Could you please guide me how to configure it to make Wifi working ?


----------



## Snurg (Dec 3, 2017)

https://www.freebsd.org/doc/en/books/handbook/network-wireless.html
http://www.freebsdwiki.net/index.php/WPA_Supplicant


----------



## Anti_Evil (Dec 3, 2017)

Sorry but i mean that I think the devices is not detected. the dmesg log shows that USB device is attached but nothing after like creating "run0" ..
I made sure if_run module has already loaded with kldstat.

Is there anything I could do ?


----------



## Snurg (Dec 3, 2017)

Then you have to look at the driver documentation or its source that the particular ralink chipset is supported.
To me it already happened that I bought hardware of a particular manufacturer said to be well FreeBSD supported only to finally find out when I read the drivers' source code that just my hardware combination/chipset is not supported. This happens particularly frequently with brand-new chipsets. The situation with sound cards is even worse than that with wifi.


----------



## ronaldlees (Dec 3, 2017)

This partial listing has been taken from the run driver man page:

_    D-Link DWA-130 rev B1
       D-Link DWA-140 rev B1, B2, B3, D1
       D-Link DWA-160 rev B2
       D-Link DWA-162_

There is no DWA-125 in the list, so it may not be supported.  If a driver-listed chipset is used in an adapter, it doesn't mean the adapter will work with the driver, because the vendor can change the ven/prod codes and require different firmware, and/or only support certain functionality, etc.

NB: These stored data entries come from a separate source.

// Section 7: the hinge-moment uncertainty band, its samples and their hands-off runs.
void report_uncertainty(ReportData& d, const Scenario& s, const ReportOptions& o) {
  {
    UncertaintyResult& u = d.uncertainty;
    std::vector<SampleSpec> specs;
    if (o.sample.empty()) {
      u.default_band = true;
      for (const char* k : {"elevator.ch_alpha", "elevator.ch_delta"}) {
        const double v = get_value(s, k);
        const double a = v * (1.0 - o.hinge_band), b = v * (1.0 + o.hinge_band);
        specs.push_back(SampleSpec{k, Distribution::uniform, std::min(a, b), std::max(a, b)});
      }
    } else {
      u.default_band = false;
      for (const auto& t : o.sample) specs.push_back(parse_sample(s, t));
    }
    for (const auto& sp : specs) {
      u.keys.push_back(sp.key);
      const auto* k = keys::find(sp.key, true);
      const bool per_angle = k && k->dim == units::Dim::per_angle;  // shown per degree, as the demo files write them
      const double f = per_angle ? 1.0 / units::deg : k ? keys::display_factor(*k) : 1.0;
      const std::string unit = per_angle ? "/deg" : k ? keys::display_unit(*k) : "";
      const double v = get_value(s, sp.key);
      std::string t = sp.key + ": ";
      if (sp.dist == Distribution::uniform)
        t += "uniform from " + fmt_g(sp.a / f) + " to " + fmt_g(sp.b / f);
      else
        t += "normal, mean " + fmt_g(sp.a / f) + ", standard deviation " + fmt_g(sp.b / f);
      t += (unit.empty() || unit == std::string("-") ? "" : " " + unit) + " (nominal " + fmt_g(v / f) + ")";
      u.spec_text.push_back(t);
    }
    SweepSpec sp;
    sp.scenario = o.scenario;
    sp.set = o.set;
    sp.sample = specs;
    sp.samples = o.samples;
    sp.seed = o.seed;
    u.sampled = run_sweep(sp, o.jobs, false);
    const bool box = !specs.empty() && specs.size() <= 2 &&
                     std::all_of(specs.begin(), specs.end(),
                                 [](const SampleSpec& x) { return x.dist == Distribution::uniform && x.b > x.a; });
    if (box) {
      SweepSpec cs;
      cs.scenario = o.scenario;
      cs.set = o.set;
      for (const auto& x : specs) cs.vary.push_back(VarySpec{x.key, x.a, x.b, x.b - x.a});
      u.corners = run_sweep(cs, o.jobs, false);
      u.has_corners = true;
    }
    // free responses to the first gust case, one per sample
    const GustCase& gc = d.gusts.front();
    u.response_case = gc.title;
    // long runs (minutes of turbulence) are cut to two minutes, or a minute after the last
    // gust or event begins, whichever is longer: the band is about the response, not the record
    {
      const double V = gust_closing_speed(gc.scenario);
      double last = 0.0;
      for (const auto& g : gc.scenario.gusts) last = std::max(last, g.start / V);
      for (const auto& e : gc.scenario.events) last = std::max(last, e.time);
      u.response_seconds = std::min(gc.scenario.run.duration, std::max(120.0, last + 60.0));
    }
    std::vector<std::unique_ptr<CaseResult>> runs(u.sampled.points.size());
    std::vector<SampleResponse> resp(u.sampled.points.size());
    parallel_for(static_cast<long>(u.sampled.points.size()), std::max(1, o.jobs), [&](long i) {
      const PointResult& p = u.sampled.points[static_cast<std::size_t>(i)];
      SampleResponse& r = resp[static_cast<std::size_t>(i)];
      r.index = p.index;
      r.inputs = p.inputs;
      r.np_free = p.np_free;
      r.max_real_free = p.max_real_free;
      r.departure_time = r.peak_dn = r.peak_dalpha = nan_;
      if (!p.ok) {
        r.failure = p.reason;  // the sweep point's own failure (trim, scenario)
        r.np_free = r.max_real_free = nan_;  // not computed: no zeros in the bands
        return;
      }
      try {
        Scenario sc = gc.scenario;
        sc.run.duration = u.response_seconds;
        for (std::size_t k = 0; k < u.keys.size(); ++k) set_value(sc, u.keys[k], p.inputs[k], "--sample");
        validate(sc);
        RunOutcome ro = run_scenario(sc, ControlsChoice::free);
        const Trace& tr = ro.free->trace;
        r.departed = ro.free->departure.departed;
        r.departure_time = r.departed ? ro.free->departure.time : nan_;
        r.peak_dn = r.peak_dalpha = 0.0;
        for (std::size_t k = 0; k < tr.size(); ++k) {
          r.peak_dn = std::max(r.peak_dn, std::abs(tr.ch[ch_load_factor][k] - 1.0));
          r.peak_dalpha = std::max(r.peak_dalpha, std::abs(tr.ch[ch_alpha][k] - ro.trim.alpha));
        }
        runs[static_cast<std::size_t>(i)] = std::move(ro.free);
      } catch (const ScenarioError& e) {
        r.failure = e.what();
      } catch (const TrimError& e) {
        r.failure = "trim: " + e.message;
      } catch (const NumericalFailure& e) {
        r.failure = "numerical failure at t = " + svg::number(e.time, 3) + " s: " + e.message;
      } catch (const std::exception& e) {
        r.failure = std::string("error: ") + e.what();
      } catch (...) {
        r.failure = "error of an unknown kind";
      }
    });
    u.responses = resp;
    // the angles of attack on a grid of about 0.05 s (enough for a plot; the CSVs of section 6
    // keep the full grid of the nominal runs)
    const double dt = gc.scenario.run.output_step;
    const std::size_t stride = std::max<std::size_t>(1, static_cast<std::size_t>(std::lround(0.05 / dt)));
    std::size_t n = 0;
    for (const auto& r : runs)
      if (r) n = std::max(n, (r->trace.size() + stride - 1) / stride);
    u.t.resize(n);
    for (std::size_t k = 0; k < n; ++k) u.t[k] = static_cast<double>(k * stride) * dt;
    u.alpha.resize(runs.size());
    for (std::size_t i = 0; i < runs.size(); ++i) {
      if (!runs[i]) continue;
      const Trace& tr = runs[i]->trace;
      for (std::size_t k = 0; k < tr.size(); k += stride) u.alpha[i].push_back(tr.ch[ch_alpha][k]);
    }
  }
}

}  // namespace
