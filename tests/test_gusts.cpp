// test_gusts.cpp — gusts and turbulence against published formulas, spectra and tables, and the
// held-versus-free numbers against their definitions. The source of each check is named beside
// it; the test airplanes (tests/support.hpp) are invented, their numbers are not what is checked.
#include <doctest/doctest.h>

#include <algorithm>
#include <cmath>
#include <complex>
#include <limits>
#include <memory>
#include <numbers>
#include <vector>

#include <unsupported/Eigen/FFT>

#include "model/atmosphere.hpp"
#include "model/design_gust.hpp"
#include "model/dynamics.hpp"
#include "model/trim.hpp"
#include "model/turbulence.hpp"
#include "model/units.hpp"
#include "analysis/gust_studies.hpp"
#include "output/outputs.hpp"
#include "analysis/response.hpp"
#include "run/run.hpp"
#include "scenario/scenario.hpp"
#include "analysis/signal.hpp"
#include "support.hpp"

using namespace fp;
using doctest::Approx;

namespace {

constexpr double pi = std::numbers::pi;

RunSettings settings(double duration, double step) {
  RunSettings r;
  r.duration = duration;
  r.output_step = step;
  r.rel_tol = 1e-10;
  r.abs_tol = 1e-11;
  return r;
}

// The test airplane with its pitch held fixed by a huge pitch inertia, no downwash (so the
// tail does not feel the wing's gust through the wake) and no lag: plunge only.
Airplane plunge_airplane() {
  Airplane a = test::plain_airplane();
  a.mass.pitch_inertia = 1e9;
  a.tail.deps_dalpha = 0.0;
  a.tail.lag = DownwashLag::none;
  return a;
}

struct Flown {
  std::shared_ptr<const Plant> plant;
  Trim trim;
  Trace trace;
};

Flown fly(const Airplane& a, const Condition& c, const GustField& g, Stick stick, double duration, double step) {
  Flown f;
  f.plant = std::make_shared<const Plant>(make_plant(a));
  f.trim = trim_free(*f.plant, c);
  Simulation sim(f.plant, g, f.trim, settings(duration, step), RunCase{stick, 0.0}, {});
  sim.run_to_end();
  f.trace = sim.trace();
  return f;
}

// Earth-X distance from the wing-body a.c. to the tail a.c. at attitude theta [m].
double wing_to_tail(const Plant& p, double theta) {
  return (p.rW_x - p.rT_x) * std::cos(theta) + (p.rW_z - p.rT_z) * std::sin(theta);
}

// Time at which y first rises through `level`, linearly interpolated on the grid.
double first_crossing(const std::vector<double>& t, const std::vector<double>& y, double level) {
  for (std::size_t i = 1; i < y.size(); ++i)
    if (y[i - 1] < level && y[i] >= level) return t[i - 1] + (level - y[i - 1]) / (y[i] - y[i - 1]) * (t[i] - t[i - 1]);
  return NAN;
}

I have a RA-5370 chipset based adapter, and the adapter model was not on the run driver list, but it works. I was lucky.  I'd suggest taking an adapter from the man page list of adapter vendors (instead of just chipset) ...

Do a:
`man 4 run | grep D-Link`


----------



## Anti_Evil (Dec 7, 2017)

Thanks for replies 
Yes it was my bad, I thought DWA-125 would be supported too.
Well I've got Edimax Wifi dongle and it just works great 

Thanks again


----------